India can achieve 10% ethanol blending target in 2022

During the latest Ethanol Supply 12 months (December 2020-November 2021), oil promoting companies (OMCs) have qualified to source 297 crore litres (CL) of ethanol. Of this, about 262 CL will appear from sugar mills and rest from other feedstocks this kind of as broken foodgrains, maize and surplus rice.

Considering the significant investments remaining manufactured in introducing ethanol production capacities, India can realize the focus on as stipulated in the Nationwide Bio-fuel Policy in 2022, Abinash Verma, Director-Typical, Indian Sugar Mill Association (ISMA) instructed BusinessLine. Excerpts from the job interview:

Are sugar mills obtaining the focus on to produce ethanol?

The Nationwide Bio-fuel Policy has set a focus on to realize ten for every cent ethanol blending with petrol by the 12 months 2020, and twenty for every cent ethanol blending focus on by 2030, which has been highly developed to 2025, indicating that twenty for every cent ethanol blending focus on has to be accomplished by 2025. During the latest Ethanol Supply 12 months 2020-21, the OMCs have contracted for about 297 crore litres of ethanol of which about 262 crore litre is with sugar mills, rest is with other feedstocks like broken foodgrains, maize and surplus rice. Out of this contracted quantity, the overall lifting stands at about 80 crore litres as on March eight, 2021, the blending proportion accomplished is seven for every cent.

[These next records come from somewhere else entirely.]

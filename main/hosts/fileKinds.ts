import { extname } from 'node:path';

/** Endings of the footage that Tetherfall is made for (videos and numbered stills), without the dot. */
export const footageEndings = [
  'ts',
  'mts',
  'mxf',
  'wmv',
  'mp4',
  'mov',
  'm4v',
  'avi',
  'mkv',
  'webm',
  'png',
  'tif',
  'tiff',
] as const;

export type FileKind = 'footage' | 'sheet' | 'other';

/** What a file may be opened as, judged by its name alone; opening it decides. */
export function fileKind(name: string): FileKind {
  const ending = extname(name).slice(1).toLowerCase();
  if (ending === 'json') return 'sheet';
  return footageEndings.some((known) => known === ending) ? 'footage' : 'other';
}
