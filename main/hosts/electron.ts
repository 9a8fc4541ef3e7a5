import { app, type BrowserWindow, Menu, session } from 'electron';
import { makeApp } from '../api/app.ts';
import { desktopDialogs } from './desktopDialogs.ts';
import { registerScheme, serveScheme, windowOrigin } from './desktopScheme.ts';
import { confine, denyPermissions, makeWindow } from './desktopWindow.ts';
import { realServices } from './services.ts';

// The desktop app. Nothing here is awaited at the top: the app is not ready before this file has been run to its end.
registerScheme();
app.enableSandbox();
app.on('web-contents-created', (_event, contents) => confine(contents));

let window: BrowserWindow | null = null;

if (app.requestSingleInstanceLock()) {
  app.on('second-instance', () => {
    if (window?.isMinimized()) window.restore();
    window?.focus();
  });
  app.on('window-all-closed', () => app.quit()); // on every system: a tool with one window ends with it
  app.whenReady().then(open).catch(giveUp);
} else {
  app.quit();
}

async function open(): Promise<void> {
  // The Mac needs a menu for its copy and paste keys; elsewhere there is nothing in it that the window does not have.
  if (process.platform !== 'darwin') Menu.setApplicationMenu(null);
  denyPermissions(session.defaultSession);
  const opened = makeWindow();
  window = opened;
  const service = makeApp(realServices({ host: 'desktop', shell: desktopDialogs(() => opened) }));
  serveScheme(service);
  app.once('will-quit', (event) => {
    event.preventDefault();
    service.close().then(() => app.exit(0), giveUp);
  });
  await opened.loadURL(`${windowOrigin}/`);
}

function giveUp(error: unknown): void {
  console.error('tetherfall: the desktop app cannot go on:', error);
  app.exit(1);
}
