def test_a_square_wave_as_iec_60268_3_refers_it():
    # Referred to the whole a square wave has 43.524 % in place of 48.343 % (closed form).
    h = analysed(series_wave(lambda n: 1.0 / n, 2))
    harmonics = h.thd_f**2 + zeta(2, (LAST + 2) / 2) / 4.0
    assert 100.0 * math.sqrt(harmonics / (1.0 + harmonics)) == pytest.approx(43.524, abs=6e-4)
    # Of the series up to LAST thd_r itself lacks the share left out, 1/(2 LAST) of the squares.
    assert 100.0 * h.thd_r == pytest.approx(43.524, abs=0.2)


# ---- intermodulation ----


def polynomial(x):
    return x + 0.01 * x**2 + 0.02 * x**3


def test_a_polynomial_and_one_tone():
    # Closed form: H1 = 1 + 3/4 a3, H2 = a2/2, H3 = a3/4 at amplitude 1.
    h = analysed(polynomial(tones((1.0, 997))), 997)
    assert h.fundamental_v == pytest.approx(1.0150, abs=1e-13)
    assert h.harmonics_v[:2] == pytest.approx((0.0050, 0.0050), abs=1e-13)
    assert h.mean_v == pytest.approx(0.005, abs=1e-13)
    assert h.thd_percent == pytest.approx(0.696657, abs=6e-7)


def test_smpte_modulation_distortion_of_a_polynomial():
    # Tones of SMPTE RP 120: 60 Hz and 7 kHz, 4 to 1; one second holds whole periods of both.
    # Closed form: carrier A2 (1 + 1.5 a3 A1² + 0.75 a3 A2²), first sidebands a2 A1 A2, second
    # 0.75 a3 A1² A2.
    x = tones((0.8, 60), (0.2, 7000), frames=48_000)
    y = polynomial(x)
    low, first, carrier = amplitudes_at(y, [6880, 6940, 7000])
    assert carrier == pytest.approx(0.2 * (1.0 + 1.5 * 0.02 * 0.64 + 0.75 * 0.02 * 0.04), abs=1e-13)
    assert carrier == pytest.approx(0.20396, abs=6e-6)
    assert (first, low) == pytest.approx((0.00160, 0.00192), abs=1e-13)
    d = modulation_distortion(y, 60, 7000)
    assert d.reference_v == carrier
    assert (100.0 * d.d2, 100.0 * d.d3) == pytest.approx((1.568935, 1.882722), abs=6e-7)
    assert 100.0 * d.total == pytest.approx(2.450755, abs=6e-7)


def test_difference_distortion_of_a_polynomial():
    # 19 and 20 kHz, equal; closed form: tones A (1 + 9/4 a3 A²), difference a2 A², third
    # 3/4 a3 A³ each.
    y = polynomial(tones((0.5, 19_000), (0.5, 20_000), frames=192_000))
    assert amplitudes_at(y, [1000, 18_000, 19_000, 21_000]) == pytest.approx(
        [0.00250, 0.001875, 0.505625, 0.001875], abs=1e-13
    )
    d = difference_distortion(y, 19_000, 20_000)
    assert d.reference_v == pytest.approx(2 * 0.505625, abs=1e-13)
    assert (100.0 * d.d2, 100.0 * d.d3) == pytest.approx((0.24722, 0.37083), abs=6e-6)


def test_unequal_tones_are_referred_to_twice_the_upper_one():
    # Lindos LA100 manual, 2.16: by IEC 268-3 the reference is twice the amplitude of f2.
    y = tones((0.6, 190), (0.5, 200), (0.02, 10), (0.03, 180), (0.01, 210), frames=2048)
    d = difference_distortion(y, 190, 200)
    assert (d.reference_v, d.d2, d.d3) == pytest.approx((1.0, 0.02, 0.04), abs=1e-13)


@given(st.floats(0.0, 0.05), st.floats(0.0, 0.05))
def test_second_and_third_order_products_keep_apart(a2, a3):
    x = tones((0.4, 37), (0.1, 700), frames=4096)
    d = modulation_distortion(x + a2 * x**2 + a3 * x**3, 37, 700)
    carrier = 1.0 + 1.5 * a3 * 0.16 + 0.75 * a3 * 0.01
    assert d.d2 == pytest.approx(2.0 * a2 * 0.4 / carrier, abs=1e-13)
    assert d.d3 == pytest.approx(1.5 * a3 * 0.16 / carrier, abs=1e-13)
    two = tones((0.3, 500), (0.3, 530), frames=4096)
    d = difference_distortion(two + a2 * two**2 + a3 * two**3, 500, 530)
    tone = 1.0 + 2.25 * a3 * 0.09
    assert d.d2 == pytest.approx(a2 * 0.3 / 2.0 / tone, abs=1e-13)
    assert d.d3 == pytest.approx(0.75 * a3 * 0.09 / tone, abs=1e-13)


# ---- laws ----

AMPLITUDES = st.lists(st.floats(1e-6, 1.0), min_size=4, max_size=4)


@given(AMPLITUDES, st.integers(1, 100), st.floats(1e-3, 1e3))
def test_what_is_added_is_read(amplitudes, cycles, scale):
    mean, *others = amplitudes
    y = mean + tones(
        (1.0, cycles), *((a, cycles * n) for n, a in enumerate(others, 2)), frames=4001
    )
    h, scaled = analysed(y, cycles), analysed(scale * y, cycles)
    assert h.mean_v == pytest.approx(mean, abs=1e-13)
    assert h.fundamental_v == pytest.approx(1.0, abs=1e-13)
    assert h.harmonics_v[:3] == pytest.approx(others, abs=1e-13)
    assert h.residue_v < 1e-13
    # Ratios know no volts.
    assert scaled.fundamental_v == pytest.approx(scale * h.fundamental_v, rel=1e-12)
    assert scaled.thd_f == pytest.approx(h.thd_f, rel=1e-9)


@given(st.integers(0, 4000), st.floats(0.3, 0.95), st.floats(0.3, 0.95))
def test_a_shift_in_time_changes_nothing(shift, above, below):
    y = np.clip(tones((1.0, 7), frames=4001), -below, above)
    h, later = analysed(y, 7), analysed(np.roll(y, shift), 7)
    assert later.thd_f == pytest.approx(h.thd_f, rel=1e-12)
    assert later.harmonics_v == pytest.approx(h.harmonics_v, abs=1e-14)
    assert later.residue_v == pytest.approx(h.residue_v, abs=1e-12)
    for volts, one, other in zip(h.harmonics_v[:10], h.phases_rad, later.phases_rad, strict=False):
        # The phase of a line is known to its rounding over its size.
        assert abs(np.exp(1j * one) - np.exp(1j * other)) < 1e-12 / volts


@given(st.lists(st.floats(0.0, 3.0), min_size=2, max_size=6))
def test_both_definitions_of_distortion(harmonics):
    assume(sum(harmonics) > 1e-6)
    h = analysed(
        tones((1.0, 31), *((a, 31 * n) for n, a in enumerate(harmonics, 2)), frames=1024), 31
    )
    ratio = math.sqrt(sum(a**2 for a in harmonics))
    assert h.thd_f == pytest.approx(ratio, rel=1e-6)
    assert h.thd_r == pytest.approx(ratio / math.sqrt(1.0 + ratio**2), rel=1e-6)
    assert h.thd_r <= h.thd_f
    assert h.thd_r < 1.0
    assert h.thd_db == pytest.approx(20.0 * math.log10(h.thd_f))


def test_everything_together_is_the_rms_of_the_record(rng):
    # Parseval, over the whole band: mean, tone, harmonics, hum and residue leave nothing out.
    for frames in (4800, 4801):
        cycles = 101  # shares no line with hum at multiples of 5
        y = 0.3 + tones(
            (1.0, cycles), (0.1, 2 * cycles), (0.02, 5), (0.03, frames // 2), frames=frames
        )
        y += 0.01 * rng.standard_normal(frames) + 0.05 * (-1.0) ** np.arange(frames)
        h = analyse_harmonics(y, cycles, RATE, mains_hz=5 * RATE / frames)
        peaks = math.hypot(h.fundamental_v, *h.harmonics_v) / math.sqrt(2.0)
        rms = math.sqrt(np.mean(y**2))
        assert math.hypot(h.mean_v, peaks, h.hum_v, h.residue_v) == pytest.approx(rms, rel=1e-12)
        assert h.thd_n == pytest.approx(
            math.sqrt(1.0 - h.fundamental_v**2 / 2.0 / (rms**2 - h.mean_v**2)), rel=1e-12
        )


# ---- hum, noise, aliases, band ----


def test_hum_is_no_distortion():
    y = tones((10.0, 997), (0.01, 1994), frames=48_000)
    with_hum = y + tones((0.3, 50), (0.4, 100), (0.02, 947), (0.02, 1097), frames=48_000)
    clean, h = (analyse_harmonics(v, 997, RATE, mains_hz=50.0) for v in (y, with_hum))
    assert h.thd_f == pytest.approx(clean.thd_f, rel=1e-12)
    hum = math.sqrt((0.3**2 + 0.4**2 + 2 * 0.02**2) / 2.0)
    assert h.hum_v == pytest.approx(hum, rel=1e-12)
    assert h.residue_v < 1e-12
    assert h.thd_n == pytest.approx(math.hypot(0.01, math.sqrt(2) * hum) / 10.0, rel=2e-3)
    # Not told of the mains, it is residue; distortion is the same.
    untold = analyse_harmonics(with_hum, 997, RATE)
    assert untold.residue_v == pytest.approx(hum, rel=1e-12)
    assert (untold.hum_v, untold.thd_f) == (0.0, h.thd_f)


def test_sidebands_of_a_low_tone_fold_at_zero():
    # 82 Hz with ripple of 100 Hz: its lower sidebands lie at 18 and 118 Hz.
    y = tones((1.0, 82), (0.03, 18), (0.04, 118), frames=48_000)
    h = analyse_harmonics(y, 82, RATE, bandwidth_hz=20e3, mains_hz=100.0)
    assert h.hum_v == pytest.approx(0.05 / math.sqrt(2.0), rel=1e-12)
    assert h.residue_v < 1e-13


@given(st.integers(1, 300), st.integers(2, 6), st.sampled_from([44_100.0, 48_000.0, 384_000.0]))
def test_a_band_named_by_its_last_harmonic_holds_it(cycles, order, rate):
    y = tones((1.0, cycles), frames=4001)
    h = analyse_harmonics(y, cycles, rate, bandwidth_hz=order * cycles * (rate / 4001))
    assert h.highest_order == order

Can India realize the focus on set by the Nationwide Bio-fuel Policy by 2022?

From the over figures, it can be assessed that if the lifting goes perfectly in the latest provide 12 months and complete contracted quantity is lifted, then the ethanol blending proportion for the latest provide 12 months is eight.5 for every cent. For that reason, and thinking of the significant investments taking place in the ethanol production capacities, India can realize the focus on of ten for every cent blending in 2022.

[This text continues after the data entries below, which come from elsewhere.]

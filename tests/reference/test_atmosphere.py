"""The standard atmosphere against ISO 2533."""

from __future__ import annotations

import pytest

from gaugeside.errors import Refusal
from gaugeside.quantities import site_at_altitude, site_with_barometer, standard_atmosphere
from reference.tables import rows

TABLE = [(float(row["altitude_m"]), float(row["pressure_Pa"])) for row in rows("atmosphere.csv")]


def from_defining_constants(altitude: float) -> float:
    """6.5 K/km from 288.15 K and 101 325 Pa, g = 9.80665 m/s2, R = 8314.32 J/(kmol K), air of 28.9644 kg/kmol."""
    return float(101325.0 * (1 - 0.0065 * altitude / 288.15) ** (9.80665 * 28.9644 / (8314.32 * 0.0065)))


@pytest.mark.parametrize(("altitude", "published"), TABLE)
def test_published_pressure(altitude: float, published: float) -> None:
    # The formula's two constants carry six digits; at 11 000 m their rounding reaches 1.3e-6.
    assert standard_atmosphere(altitude) == pytest.approx(published, rel=2e-6)


@pytest.mark.parametrize(("altitude", "published"), TABLE)
def test_table_follows_from_the_defining_constants(altitude: float, published: float) -> None:
    assert from_defining_constants(altitude) == pytest.approx(published, abs=0.006)


@pytest.mark.parametrize("altitude", [-1000.0, 0.0, 11000.0])
def test_range_is_closed(altitude: float) -> None:
    assert standard_atmosphere(altitude) == pytest.approx(from_defining_constants(altitude), rel=2e-6)


@pytest.mark.parametrize("altitude", [-1001.0, 11001.0, 1e6, float("nan")])
def test_altitude_outside_the_troposphere_is_refused(altitude: float) -> None:
    with pytest.raises(Refusal, match="outside the standard atmosphere"):
        standard_atmosphere(altitude)


@pytest.mark.parametrize("pressure", [21_900.0, 115_100.0, 760.0])
def test_barometer_that_no_weather_gives_is_refused(pressure: float) -> None:
    with pytest.raises(Refusal, match="is not an atmospheric pressure"):
        site_with_barometer(pressure, "typed")


def test_site_says_where_its_atmosphere_comes_from() -> None:
    assert site_at_altitude(1600.0, "5250 ft").source == "altitude 5250 ft, standard atmosphere ISO 2533"
    assert site_with_barometer(83_000.0, "83 kPa").source == "barometer 83 kPa"
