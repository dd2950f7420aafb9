"""States from two readings: round trips, the plain flash of the library, regions, refusals, datum."""

from __future__ import annotations

import math
import random
from itertools import pairwise

import pytest
from hypothesis import given, settings
from hypothesis import strategies as st

from gaugeside.errors import OutOfRange, Refusal
from gaugeside.refrigerants import Datum, Fluid, Refrigerant, Region, State, all_refrigerants, find, library, open_fluid
from gaugeside.refrigerants.limits import MARGIN

ZERO = 273.15
MODELLED = [one for one in all_refrigerants() if one.modelled and one.critical_temperature > 223.15]
COMMON = [
    "R-407C",
    "R-448A",
    "R-449A",
    "R-454B",
    "R-454C",
    "R-455A",
    "R-513A",
    "R-410A",
    "R-134a",
    "R-744",
    "R-717",
    "R-290",
]


def random_states(fluid: Fluid, dice: random.Random, count: int) -> list[State]:
    """States of every kind, by pressure and temperature, superheat, subcooling and vapour fraction."""
    low = max(218.15, fluid.minimum_temperature + 16.0)
    high = min(fluid.critical_temperature - MARGIN - 3.0, fluid.maximum_temperature - 10.0)
    states = []
    for i in range(count):
        temperature = dice.uniform(low, high) if high > low else 0.5 * (low + fluid.critical_temperature)
        kind = i % 5
        if kind == 0:
            superheat = dice.uniform(0, min(40.0, fluid.maximum_temperature - temperature - 1.0))
            states.append(fluid.state_superheat(fluid.dew_at_temperature(temperature).pressure, superheat))
        elif kind == 1:
            states.append(
                fluid.state_subcooling(fluid.bubble_at_temperature(temperature).pressure, dice.uniform(0, 15))
            )
        elif kind == 2:
            states.append(fluid.state_tx(temperature, dice.random()))
        elif kind == 3:
            pressure = fluid.dew_at_temperature(temperature).pressure
            states.append(fluid.state_px(pressure, dice.random()))
        else:
            pressure = min(dice.uniform(1.1, 2.0) * fluid.critical_pressure, fluid.maximum_pressure)
            states.append(fluid.state_pt(pressure, dice.uniform(low, fluid.maximum_temperature)))
    return states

What are the hurdles in ethanol provide?

A number of depots, specially the new ones and new States which have not taken ethanol before, are not geared up to obtain ethanol. In several depots exactly where contracts have been signed, the offtake is very low and OMCs are insisting to shift the quantity to other depots in considerably absent States.

The trouble is that the price at which transportation expense is remaining reimbursed by OMCs to the ethanol suppliers are a great deal underneath the genuine expenditure. Suppliers are incurring a decline of ₹3-5 for every litre, resulting in decrease realisation, discouraging them to move ethanol to considerably absent depots and distant States. The transportation premiums require to be revised right away if we have to realize the all India focus on of ten for every cent in all States future 12 months.

Has Covid-19 affected the ethanol provide?

The need for petrol is decrease than envisioned because of to Covid, and consequently in some depots, the need approximated by OMCs feel to have gone erroneous. That has, in switch, marginally diminished the prerequisite of ethanol far too in some depots.

Is the blending system even now a trouble?

Some of the new depots, exactly where blending has just started, feel to be not conscious of the blending system and also do not have the required infrastructure to obtain ethanol equipped as for every the contracts. That is resulting in issues to ethanol suppliers.

The industry has requested the federal government to just take immediate techniques to improve the condition, so that ethanol supplies and blending focus on for the latest provide 12 months do not get affected.